EXERCISE MATERIALS section start

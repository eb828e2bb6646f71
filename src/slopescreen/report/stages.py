"""Report sections of the optional stages.

A stage's section appears when one of its products is in the manifest, and
a configured stage that did not run is named with the reason. A later stage
adds its entry to :data:`STAGE_SECTIONS` (and, if it likes, its own
builder); the template does not change.
"""

from __future__ import annotations

from dataclasses import dataclass
from typing import Callable

import numpy as np

from .blocks import ReportContext, Section, figure, note, para, table
from ..products import products_of_section
from ..products import title as product_title
from .summaries import NBSP, _map_alt, _map_caption, _units_text, format_area

@dataclass(frozen=True)
class StageSection:
    """A report section that exists only when its stage ran.

    Attributes
    ----------
    section : str
        Scenario section that configures the stage (``"clusters"`` ...).
    title : str
    keys : tuple of str
        Product keys that show the stage ran.
    build : callable or None
        ``build(ctx, entries) -> list of Block``; None lists the stage's
        products and their maps.
    """

    section: str
    title: str
    keys: tuple
    build: Callable | None = None


def _centre(row) -> str:
    """Centroid of a cluster as "easting, northing" in the CRS's units ("—" when absent)."""
    x, y = row.get("centroid_easting"), row.get("centroid_northing")
    if x is None or y is None or x != x or y != y:
        return "—"
    return f"{x:,.0f}, {y:,.0f}"


def _cluster_blocks(ctx: ReportContext, entries):
    """Failing multi-cell clusters per rain case: counts, sizes and the least stable."""
    rows = ctx.tables.get("clusters", [])
    blocks = [para(
        "A cell below FS 1 is not yet a landslide: a real failure is a group of cells whose weight "
        "overcomes the strength of its base and of its margins (passive resistance at the toe, "
        "friction and roots on the sides, roots at the head). The clusters below are the groups "
        "that fail as a whole under each rain case at the median parameters, found exactly by a "
        "minimum cut; every one was checked to have FS below 1 when recomputed.",
        lead="What this is:")]
    cases = [r["name"] for r in ctx.manifest.get("rain", [])]
    summary = []
    for name in cases:
        mine = [r for r in rows if r["rain"] == name]
        if not mine:
            summary.append([name, "0", "—", "—", "—"])
            continue
        areas = np.array([r["area_m2"] for r in mine])
        volumes = np.array([r["volume_m3"] for r in mine])
        summary.append([name, str(len(mine)), format_area(float(areas.sum())),
                        f"{np.median(areas):,.0f}{NBSP}m² / {areas.max():,.0f}{NBSP}m²",
                        f"{volumes.sum():,.0f}{NBSP}m³"])
    blocks.append(table("Failing clusters per rain case",
                        ["rain case", "clusters", "total area", "median / largest area",
                         "total volume"], summary, [False, True, True, True, True]))
    least = sorted(rows, key=lambda r: r["fs"])[:15]
    if least:
        blocks.append(table(
            "The least stable clusters (up to 15)",
            ["id", "rain case", "FS", "P(fail)", "area", "volume", "length × width", "cells",
             "proven", "in the area band", "centroid (E, N)"],
            [[str(r["id"]), r["rain"], f"{r['fs']:.3f}",
              "—" if r["failure_probability"] != r["failure_probability"]
              else f"{r['failure_probability']:.2f}", f"{r['area_m2']:,.0f}{NBSP}m²",
              f"{r['volume_m3']:,.0f}{NBSP}m³", f"{r['length_m']:.0f} × {r['width_m']:.0f}{NBSP}m",
              str(r["n_cells"]), "yes" if r["proven"] else "no",
              "yes" if r["in_area_band"] else "no", _centre(r)] for r in least],
            [False, False, True, True, True, True, True, True, False, False, True]))
    search = ctx.manifest.get("cluster_search") or []
    modular = sum(r["modular_faces"] for r in search)
    undecided = sum(r["undecided_cells"] for r in search)
    if modular or undecided:
        blocks.append(note(
            f"The exact cut could not certify every answer: {modular} margin face(s) failed the "
            "submodularity check (active thrust above the resistance at a head or toe, where the "
            "cut charges the face by a modular lower bound) and "
            f"{undecided} cell(s) stayed undecided between the tiles. Clusters touching either are "
            f"marked not proven ({sum(r['not_proven'] for r in search)} of "
            f"{sum(r['clusters'] for r in search)}): a slightly different failing set may exist "
            "there.", lead="Proof:"))
    bound = [e for e in entries if e["key"] == "cluster_fs_bound"]
    if bound:
        blocks.append(para(
            "The cluster bound map gives, per cell, a proven lower bound on the factor of safety "
            "of every cluster up to the stated extent that contains the cell; where it is at "
            "least 1, no such cluster can fail under that rain case. Its maps are in the "
            "sections of each rain case.", lead="Bound:"))
    sized = ctx.tables.get("size_resolved", [])
    if sized:
        unproven = sum(1 for r in sized if not r["proven"])
        blocks.append(para(
            "In windows of 40 × 40 cells around the least stable failing clusters (and the least "
            "stable windows of the bound map), the least stable connected cluster was searched "
            "for in each area band by an exact mixed-integer program. The lower bound is proven "
            "for every connected cluster of that band inside the window; where the answer is not "
            "proven, the time limit stopped the search and a less stable cluster of that band may "
            f"exist between the bound and the answer. Not proven: {unproven} of {len(sized)} "
            "answers.",
            lead="By size:"))
        blocks.append(table(
            "Least stable connected cluster per searched window and area band",
            ["rain case", "area band", "FS", "proven lower bound", "proven", "area", "P(fail)",
             "centroid (E, N)"],
            [[r["rain"], f"{r['band_min_m2']:,.0f}–{r['band_max_m2']:,.0f}{NBSP}m²",
              f"{r['fs']:.3f}", f"{r['lower_bound']:.3f}", "yes" if r["proven"] else
              f"no ({r['method']})", f"{r['area_m2']:,.0f}{NBSP}m²",
              "—" if r["failure_probability"] != r["failure_probability"]
              else f"{r['failure_probability']:.2f}", _centre(r)] for r in sized[:20]],
            [False, True, True, True, False, True, True, True]))
    return blocks


STAGE_SECTIONS = (
    StageSection("clusters", "Failure clusters", products_of_section("clusters"), _cluster_blocks),
    StageSection("runout", "Runout", products_of_section("runout")),
    StageSection("corridor", "Corridor", products_of_section("corridor")),
    StageSection("inventory", "Agreement with mapped landslides", products_of_section("inventory")),
)
"""Optional stages and their sections, in report order; the products of each
are the registry's entries of that section."""


def _generic_stage_blocks(ctx: ReportContext, entries):
    blocks = []
    for e in entries:
        m = ctx.map_of(e["key"], e.get("rain"))
        if m is not None:
            blocks.append(figure(m.png, _map_alt(e), _map_caption(ctx, e)))
    blocks.append(table("Products of this stage", ["product", "rain case", "file", "units"],
                        [[product_title(e["key"]), e.get("rain") or "—",
                          e["path"], _units_text(e["units"])] for e in entries]))
    return blocks



def _stage_sections(ctx):
    out = []
    not_run = {n["section"]: n["reason"] for n in ctx.manifest.get("not_run", [])}
    for st in STAGE_SECTIONS:
        entries = [p for p in ctx.manifest.get("products", []) if p["key"] in st.keys]
        if entries:
            builder = st.build or _generic_stage_blocks
            out.append(Section(st.section, st.title, builder(ctx, entries)))
        elif st.section in not_run:
            out.append(Section(st.section, st.title, [note(
                f"The scenario configures [{st.section}], but this stage did not run: "
                f"{not_run[st.section]}. No {st.section} product was written, and nothing in this "
                "report depends on it.", lead="Did not run.")]))
    return out
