* **Decimation.** A grid of up to :data:`MAX_CELLS` cells is embedded at full
  resolution. A larger one is reduced by blocks of ``k x k`` cells, with the
  smallest ``k`` (:func:`block_factor`) that brings it within the limit: each
  block takes the **worst** value of a hazard product (the least FS, cluster
  FS bound and critical recharge; the largest probability of failure and
  runout count; the worst critical-recharge class) so that a failing cell is
  never averaged away, and the **mean** of the valid cells of the
  descriptive products (slope, wetness, specific catchment area); soil units
  take the most common unit of the block (:data:`RULES`). The full detail
  stays in the GeoTIFF products.
* **Quantisation.** Each copy is held as integer codes (0 = no value) of a
  :class:`Quantiser`: FS truncated to 0.01 (never above the computed value,
  and in the same screening band), probabilities rounded to 0.001, wetness
  to 0.01, slope to 0.1 degree, critical recharge and specific catchment
  area to within 0.5 % (a logarithmic step), counts and ids exactly.
* **Packing.** The codes are packed into the red, green and blue bytes of a
  lossless RGB PNG (:func:`pack_png`), which the page decodes with canvas
  ``getImageData``; PNG's row filters and deflate make smooth fields small.

A run's writer (:mod:`slopescreen.pipeline.staging`) makes the copy of each
mapped product while it is in memory (:func:`explorer_copy`), so the report
reads no product back. Memory: the copy is reduced one strip of block rows at
a time (:data:`STRIP_CELLS` grid cells of float32 temporaries), then about
11 bytes per embedded cell while it is encoded (4 for the reduced float32
values, 4 for the codes, 3 for the RGB bytes), of which only the PNG is
kept (measured 0.1 to 1.5 bytes per embedded cell; docs/performance.md).
"""

from __future__ import annotations

import base64
import io
import math
from dataclasses import dataclass

import numpy as np

from .styles import FS_BANDS, at_least

__all__ = [
    "MAX_CELLS", "RULES", "QUANTISERS", "Quantiser", "ExplorerCopy", "block_factor",
    "decimate", "explorer_copy", "coarser", "encode_rows", "pack_png", "unpack_png", "rule_words",
]

MAX_CELLS = 4_000_000
"""Most cells of one embedded layer; a larger grid is reduced by blocks (:func:`block_factor`)."""

PNG_LEVEL = 1
"""zlib level of the packed PNGs: on a 2000 x 2000 slope layer level 1 takes 0.3 s and is 5 %
larger than level 6, which takes 2.0 s (docs/performance.md)."""

STRIP_CELLS = 4_000_000
"""Grid cells reduced at once (bounds the temporaries of :func:`decimate`)."""

RULES = {
    "factor_of_safety": "min", "cluster_fs_bound": "min", "critical_recharge": "min",
    "critical_recharge_class": "min", "failure_probability": "max", "runout_count": "max",
    "cluster_labels": "max", "slope": "mean", "wetness": "mean",
    "specific_catchment_area": "mean", "soil_unit": "mode", "corridor_segment": "min",
}
"""How a block of cells is reduced to one, per layer: the worst value of hazard products
(``"min"``, ``"max"``), the mean of descriptive ones, the most common soil unit."""

_RULE_WORDS = {"min": "least", "max": "largest", "mean": "mean", "mode": "most common"}


def rule_words(key: str) -> str:
    """How a block of a layer is reduced, in words.

    Examples
    --------
    >>> rule_words("factor_of_safety")
    'least'
    """
    return _RULE_WORDS[RULES[key]]


def block_factor(shape, max_cells: int = MAX_CELLS) -> int:
    """Smallest block side ``k`` that brings a grid within ``max_cells`` cells.

    Examples
    --------
    >>> block_factor((2000, 2000)), block_factor((2001, 2000)), block_factor((10000, 10000))
    (1, 2, 5)
    """
    rows, cols = (int(n) for n in shape)
    k = max(1, math.ceil(math.sqrt(rows * cols / max_cells)) - 1)
    while -(-rows // k) * -(-cols // k) > max_cells:
        k += 1
    return k
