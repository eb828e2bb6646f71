"""The report's account of the agreement with mapped landslides.

:func:`agreement_sentence` is the first screen's one sentence,
:func:`agreement_chart` the ROC and success-rate curves, :func:`score_rows`
the table of scores; :func:`dates_caution` the warning when the DEM was made
after the landslides. Every number comes from ``inventory_scores.json``
(docs/methods.md, "Agreement with mapped landslides").
"""

from __future__ import annotations


__all__ = ["agreement_sentence", "agreement_chart", "score_rows", "unit_rows", "dates_caution"]

COLOURS = ("#8f2140", "#24517f", "#d9622b", "#4f7a28", "#6b4023", "#5a3d8a")
"""Line colours of the rain cases on the chart (the critical recharge is grey)."""


def _auc_text(row) -> str:
    lo, hi = row["auc_interval"]
    return f"{row['auc']:.2f} ({lo:.2f}–{hi:.2f})"


def agreement_sentence(doc: dict) -> str | None:
    """One sentence: how well the factor of safety ranks the mapped landslides, per rain case.

    Examples
    --------
    >>> doc = {"inventory": {"landslides_scored": 9, "cells": 148},
    ...        "scores": [{"product": "factor_of_safety", "rain": "wet", "auc": 0.81,
    ...                    "auc_interval": [0.74, 0.87]}]}
    >>> print(agreement_sentence(doc))  # doctest: +NORMALIZE_WHITESPACE
    Against the 9 mapped landslides (148 cells), the factor of safety ranks their cells above
    the other cells with an AUC of 0.81 (0.74–0.87) under “wet” (95 % interval from a bootstrap
    over landslides; 0.5 is no better than chance, 1 a perfect ranking).
    """
    rows = [r for r in doc.get("scores", []) if r["product"] == "factor_of_safety"
            and r.get("auc") is not None]
    if not rows:
        return None
    inv = doc["inventory"]
    parts = [f"{_auc_text(r)} under “{r['rain']}”" for r in rows]
    joined = parts[0] if len(parts) == 1 else ", ".join(parts[:-1]) + " and " + parts[-1]
    return (f"Against the {inv['landslides_scored']:,} mapped landslides ({inv['cells']:,} cells), "
            f"the factor of safety ranks their cells above the other cells with an AUC of "
            f"{joined} (95 % interval from a bootstrap over landslides; 0.5 is no better than "
            "chance, 1 a perfect ranking).")


def _pct(x) -> str:
    return "—" if x is None else f"{100.0 * x:.0f} %"


def score_rows(doc: dict) -> list[list[str]]:
    """Rows of the scores table: product, rain case, AUC and interval, DeLong SE, success area,
    threshold scores, sample sizes."""
    out = []
    for r in doc.get("scores", []):
        name = r["label"]
        rain = r["rain"] or "every case"
        if r.get("auc") is None:
            out.append([name, rain, "not scored: " + str(r.get("not_scored", ""))]
                       + [""] * (len(SCORE_HEADER) - 3))
            continue
        t = r.get("threshold") or {}
        out.append([
            name, rain, _auc_text(r), f"{r['delong_se']:.3f}", f"{r['success_area']:.2f}",
            t.get("rule", "—"), _pct(t.get("true_positive_rate")),
            _pct(t.get("area_flagged_share")), _pct(t.get("landslides_hit_share")),
            "—" if t.get("true_skill_statistic") is None else f"{t['true_skill_statistic']:.2f}",
            f"{r['n_landslides']:,} / {r['n_positive_cells']:,} / {r['n_negative_cells']:,}",
        ])
    return out


SCORE_HEADER = ["product", "rain case", "AUC (95 % interval)", "DeLong SE", "success-rate area",
                "threshold", "landslide cells flagged", "area flagged", "landslides hit",
                "true skill", "landslides / their cells / other cells"]
"""Columns of :func:`score_rows`."""


def unit_rows(doc: dict) -> list[list[str]]:
    """Rows of the per-soil-unit table (units with enough landslides), and those skipped."""
    out = []
    for r in doc.get("scores", []):
        for u in r.get("units", []):
            out.append([f"{u['label']} ({u['unit']})", r["label"], r["rain"] or "every case",
                        _auc_text(u), f"{u['success_area']:.2f}",
                        f"{u['n_landslides']:,} / {u['n_positive_cells']:,} / "
                        f"{u['n_negative_cells']:,}"])
    return out


def dates_caution(doc: dict) -> str | None:
    """The warning when the DEM postdates the landslides (their scars are in the DEM).

    Examples
    --------
    >>> dates_caution({"inventory": {"date": "2021-01-15", "dem_date": "2022-03-01"}})[:40]
    'The DEM (2022-03-01) was made after the '
    >>> dates_caution({"inventory": {"date": "2021-01-15", "dem_date": None}}) is None
    True
    """
    inv = doc.get("inventory", {})
    made, slid = inv.get("dem_date"), inv.get("date")
    if not made or not slid or made <= slid:
        return None
    return (f"The DEM ({made}) was made after the mapped landslides ({slid}): their scars and "
            "deposits are in the DEM, so the slope, the flow paths and the wetness at the "
            "landslides are those of the ground after failure (scars are often steeper at the "
            "head and gentler below). The agreement measured here may be higher or lower than "
            "a map made before the landslides would have shown.")


def agreement_chart(doc: dict, *, title: str = "", dpi=100) -> bytes:
    """PNG: ROC curves (left) and success-rate curves (right) of the scored products.

    Factor of safety and probability of failure are drawn per rain case (solid,
    dashed), the critical recharge in grey; the diagonal is a ranking no
    better than chance.
    """
    from matplotlib.backends.backend_agg import FigureCanvasAgg
    from matplotlib.figure import Figure

    from .cautions import SHORT
    from .maps import png_bytes

    rows = [r for r in doc.get("scores", []) if r.get("roc") is not None
            and r["product"] in ("factor_of_safety", "failure_probability", "critical_recharge")]
    rains = list(dict.fromkeys(r["rain"] for r in rows if r["rain"] is not None))
    fig = Figure(figsize=(9.6, 4.4), dpi=dpi, facecolor="white")
    FigureCanvasAgg(fig)
    roc = fig.add_axes((0.06, 0.20, 0.27, 0.64))
    success = fig.add_axes((0.40, 0.20, 0.27, 0.64))
    short = {"factor_of_safety": "FS", "failure_probability": "probability of failure",
             "critical_recharge": "critical recharge"}
    for r in rows:
        if r["rain"] is None:
            colour, style = "#777777", ":"
        else:
            colour = COLOURS[rains.index(r["rain"]) % len(COLOURS)]
            style = "-" if r["product"] == "factor_of_safety" else "--"
        label = short[r["product"]] + (f", {r['rain']}" if r["rain"] else "") + f" ({r['auc']:.2f})"
        roc.plot(r["roc"]["false_positive_rate"], r["roc"]["true_positive_rate"], style,
                 color=colour, linewidth=1.5, label=label)
        success.plot(r["success_rate"]["area_share"], r["success_rate"]["captured_share"], style,
                     color=colour, linewidth=1.5)
    for ax, xl, yl, name in ((roc, "Share of other cells ranked as hazardous",
                              "Share of landslide cells", "ROC"),
                             (success, "Share of the area, most hazardous first",
                              "Share of landslide cells captured", "Success rate")):
        ax.plot([0, 1], [0, 1], color="#bbbbbb", linewidth=0.8)
        ax.set_xlim(0, 1)
        ax.set_ylim(0, 1)
        ax.set_xlabel(xl, fontsize=8)
        ax.set_ylabel(yl, fontsize=8)
        ax.set_title(name, fontsize=9)
        ax.tick_params(labelsize=7.5)
        ax.grid(True, color="#eeeeee", linewidth=0.6)
    if rows:
        fig.legend(*roc.get_legend_handles_labels(), title="product, rain case (AUC)",
                   fontsize=7, title_fontsize=7.5, frameon=False, loc="upper left",
                   bbox_to_anchor=(0.69, 0.84))
    fig.text(0.07, 0.93, "Agreement with the mapped landslides", fontsize=11,
             fontweight="bold", parse_math=False)
    if title:
        fig.text(0.48, 0.93, title, fontsize=8.5, color="#333333", parse_math=False)
    fig.text(0.07, 0.03, SHORT, fontsize=7, color="#8a1c1c", fontweight="bold",
             parse_math=False, wrap=True)
    return png_bytes(fig, title="Agreement with the mapped landslides")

EXERCISE MATERIALS section end

PROMPT:
Filter the data for the string "threshold" and copy every line that has it.

PROBLEM SOLUTION:
    threshold scores, sample sizes."""
        t = r.get("threshold") or {}
                "threshold", "landslide cells flagged", "area flagged", "landslides hit",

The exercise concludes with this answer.